Manchmal staune ich, dass die dementiell veränderte und die „normale“ oder gemeinsame Realität nur zwei Sätze auseinanderliegen. Am Samstag hatte Helga, Kollegin von Margit, als Servicekraft Dienst. „Dass die Helga jetzt heute hier arbeitet“ sinniert Mama vor sich hin. „Die wäre jetzt am Wochenende wahrscheinlich auch lieber bei ihrer Familie“. Helga, die das gehört hat, dreht sich zu Mama und schlägt vor: „Sie können mir ja freigeben“. Mama überlegt. Ich gebe zu Bedenken: „Wenn Helga aber jetzt heimgeht, wer soll sich dann um das Abendessen kümmern und was sonst noch so im Haushalt hier anfällt?“ Helga sagt: „Heute gibt es zum Abendessen belegte Brote. Aber morgen ist Sonntag. Da machen wir dann was Besonderes zu Abend. Wenn Ihnen was einfällt, worauf Sie Lust haben, dann sagen Sie bescheid.“

(Anmerkung: Das Mittagessen wird in einer zentralen Küche gekocht, wobei jeden Tag zwei Gerichte zur Auswahl stehen. Das Frühstück und das Abendessen bereitet die Servicekraft in der Wohngruppe zu. Außerdem wird dreimal wöchentlich in der Wohngruppe gebacken, an den anderen Tagen kommt der Kuchen auch aus der Küche)
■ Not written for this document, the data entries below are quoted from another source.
"""The :class:`Potential` value: what a mass model answers in physical units (see :mod:`mwkin.potentials`)."""

from __future__ import annotations

import math
import warnings
from dataclasses import dataclass

import astropy.units as u
import numpy as np
from astropy.table import QTable

from .._validate import (
    check_keys,
    is_plain,
    real_number,
    require_mapping,
    text,
    warn_implausible,
)
from ..units import KMS, to_value
from . import _galpy
from .presets import (
    _DEFAULTS,
    _FREQ,
    _KMS2,
    _PRESETS,
    MAX_PLAUSIBLE_VC_KMS,
    NotSerialisableError,
    PotentialError,
    UnknownPotentialError,
    _column_name,
    _component_params,
)


@dataclass(frozen=True)
class OortConstants:
    """Oort constants and related frequencies implied by a rotation curve at radius ``R``.

    All are Quantities (km/s/kpc, except ``vc`` in km/s and ``R`` in kpc), scalars or arrays like ``R``.
    A = (vc/R - dvc/dR) / 2, B = -(vc/R + dvc/dR) / 2, Omega = A - B = vc / R, kappa = sqrt(-4 B (A - B)).
    """

    R: u.Quantity
    vc: u.Quantity
    dvc_dR: u.Quantity
    A: u.Quantity
    B: u.Quantity
    Omega: u.Quantity
    kappa: u.Quantity

    def to_dict(self):
        """JSON-able dict with units in the keys."""

        def plain(q):
            v = q.value
            return v.tolist() if np.ndim(v) else float(v)

        return {
            "R_kpc": plain(self.R),
            "vc_kms": plain(self.vc),
            "dvc_dR_kms_per_kpc": plain(self.dvc_dR),
            "A_kms_per_kpc": plain(self.A),
            "B_kms_per_kpc": plain(self.B),
            "Omega_kms_per_kpc": plain(self.Omega),
            "kappa_kms_per_kpc": plain(self.kappa),
        }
„Die Helga ist eine ganz Nette. Die bekommt eine Wohnung hier sobald was frei ist. Wollen Sie hier einziehen?“ fragt Mama Helga. „Gerne, aber im Moment ist ja alles besetzt“. Ich kann überhaupt nicht einordnen, was der Wortwechsel bedeutet. Helga klärt mich auf: „Ihrer Mutter gehört doch das ganze Haus hier“. Ach so, das wusste ich bis jetzt noch nicht. Mir war in der letzten Zeit nur aufgefallen, dass Mamas Verarmungsängste nicht mehr Thema waren.
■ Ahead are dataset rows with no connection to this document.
def model_from_galpy(pot, ro=None, vo=None):
    """Wrap a galpy potential (instance, list or sum) with its unit system.

    Parameters
    ----------
    pot : galpy Potential, list of them, or a sum
    ro, vo : float or None
        Natural units in kpc and km/s; None takes the potential's own (galpy's configured default,
        8 kpc and 220 km/s, unless it was built with others).

    Raises
    ------
    TypeError
        If ``pot`` is not a 3D galpy potential.
    ValueError
        If ``ro``/``vo`` contradict the units the potential was built with.
    """
    gp = _potential_module()
    items = pot if isinstance(pot, (list, tuple)) else [pot]
    try:
        components = tuple(gp.flatten(list(items)))
    except Exception:  # noqa: BLE001 - galpy raises assorted errors for non-potentials
        components = ()
    if not components or not all(isinstance(c, gp.Potential) and getattr(c, "dim", 0) == 3 for c in components):
        raise TypeError(f"expected a 3D galpy potential (or a list/sum of them), got {type(pot).__name__}")
    first = components[0]
    own_ro, own_vo = float(first._ro), float(first._vo)
    for given, own, flag, label, unit in (
        (ro, own_ro, first._roSet, "ro", "kpc"),
        (vo, own_vo, first._voSet, "vo", "km/s"),
    ):
        if given is not None and flag and not math.isclose(float(given), own, rel_tol=1e-12):
            raise ValueError(
                f"{label}={given} {unit} contradicts the {label}={own} {unit} this galpy potential was built "
                f"with; its parameters are stored in those units, so pass {label}={own} or leave it out"
            )
    ro = own_ro if ro is None else float(ro)
    vo = own_vo if vo is None else float(vo)
    if not (ro > 0 and vo > 0 and math.isfinite(ro) and math.isfinite(vo)):
        raise ValueError(f"ro and vo must be positive and finite, got ro={ro} kpc, vo={vo} km/s")
    return GalpyModel(components, ro, vo)


# --------------------------------------------------------------------------------------- phase space
def to_galpy_natural(model, w):
    """Our (N, 6) cylindrical phase space (R, phi, z, v_R, v_phi, v_z) -> galpy's natural [R, vR, vT, z, vz, phi]."""
    R, phi, z, vR, vphi, vz = (w[:, i] for i in range(6))
    return np.column_stack([R / model.ro, vR / model.vo, vphi / model.vo, z / model.ro, vz / model.vo, phi])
Etwas später sind wir ein Stockwerk höher, weil Mama nachschauen wollte, ob „dort alles in Ordnung ist“. Als ich mich in einer Sitzgruppe niedergelassen habe, fragt mich Mama: „Sag mal, wie haben wir das eigentlich gemacht mit der Finanzierung von diesem großen Haus?“ Ich schnappe nach Luft und sage: „Und das soll ich jetzt im Detail wissen, wo Du doch immer für die finanziellen Sachen zuständig warst.“ Mama ist mit dieser Auskunft zufrieden und stellt fest: „Das ist wirklich ein Glücksfall, dass wir den Alex, die Helga und die Julia hier haben“. Das sind die Mitarbeiter, die gerade Dienst haben, wobei ihr alle Namen eingefallen sind ohne dass wir akut über sie gesprochen haben.
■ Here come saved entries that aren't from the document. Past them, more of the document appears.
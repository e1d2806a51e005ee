"""OrbitExplorer's inputs: the star (table row, observables or phase space) and the integration time.

:class:`_StarInput` is a mixin of :class:`~mwkin.widgets.orbit_explorer.widget.OrbitExplorer`: it builds
the controls of the left-hand column, turns them into the star and time parts of a request, and reads
and writes the ``star`` part of the config. The module-level helpers below it touch no widget: they
check a config's star and hand a star request to the core (one-row table, distance choice, phase space).
"""

from __future__ import annotations

import html
import math
import warnings

import ipywidgets as widgets
import numpy as np

from ...columns import OUTPUT_COLUMNS, PHASE_SPACE_COLUMNS, column_values
from .._sample import LOW_SNR, parallax_snr
from ..controls import NumberField
from ..state import ConfigError, require_mapping

#: The star shown when none is given: a thin-disc-like star about 1 kpc away (made up for the demo).
DEFAULT_STAR = {
    "ra": 120.0,
    "dec": -30.0,
    "parallax": 1.0,
    "pmra": -4.0,
    "pmdec": 3.0,
    "radial_velocity": 15.0,
    "parallax_error": 0.04,
    "pmra_error": 0.05,
    "pmdec_error": 0.05,
    "radial_velocity_error": 1.0,
    "distance": 1.0,
    "distance_error": 0.04,
}

#: Typed observables: key -> (label with unit, default slider range or None).
_OBSERVABLES = {
    "ra": ("ra [deg]", None),
    "dec": ("dec [deg]", None),
    "parallax": ("parallax [mas]", None),
    "distance": ("distance [kpc]", None),
    "pmra": ("pmra [mas/yr]", (-100.0, 100.0, 0.1)),
    "pmdec": ("pmdec [mas/yr]", (-100.0, 100.0, 0.1)),
    "radial_velocity": ("radial_velocity [km/s]", (-400.0, 400.0, 0.5)),
}
_OBS_ERRORS = {
    "parallax_error": "σ parallax [mas]",
    "distance_error": "σ distance [kpc]",
    "pmra_error": "σ pmra [mas/yr]",
    "pmdec_error": "σ pmdec [mas/yr]",
    "radial_velocity_error": "σ radial_velocity [km/s]",
}
#: Typed Galactocentric phase space (astropy's Galactocentric axes). vx and vy have no slider: the
#: velocity arrow of the face-on view is their live control (a slider would also echo each dragged
#: value back rounded to its step, racing the drag).
_PHASE_SPACE = {
    "x": ("x [kpc]", None),
    "y": ("y [kpc]", None),
    "z": ("z [kpc]", None),
    "vx": ("vx [km/s]", None),
    "vy": ("vy [km/s]", None),
    "vz": ("vz [km/s]", (-300.0, 300.0, 0.5)),
}
DEFAULT_PHASE_SPACE = {"x": -8.0, "y": 0.5, "z": 0.1, "vx": 10.0, "vy": 230.0, "vz": 5.0}

_SOURCES = {"table": "table row", "observables": "observables", "phase_space": "phase space"}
In solchen Momenten lüge ich gern, weil es Mamas Lebensqualität steigert. Und ich brauche kein Buch darüber veröffentlichen „warum ich meine demente Mutter belüge“, wobei ich gar nichts gegen das Buch von Cyrille Offermans sagen will. Ich kenne es schlicht und einfach nicht.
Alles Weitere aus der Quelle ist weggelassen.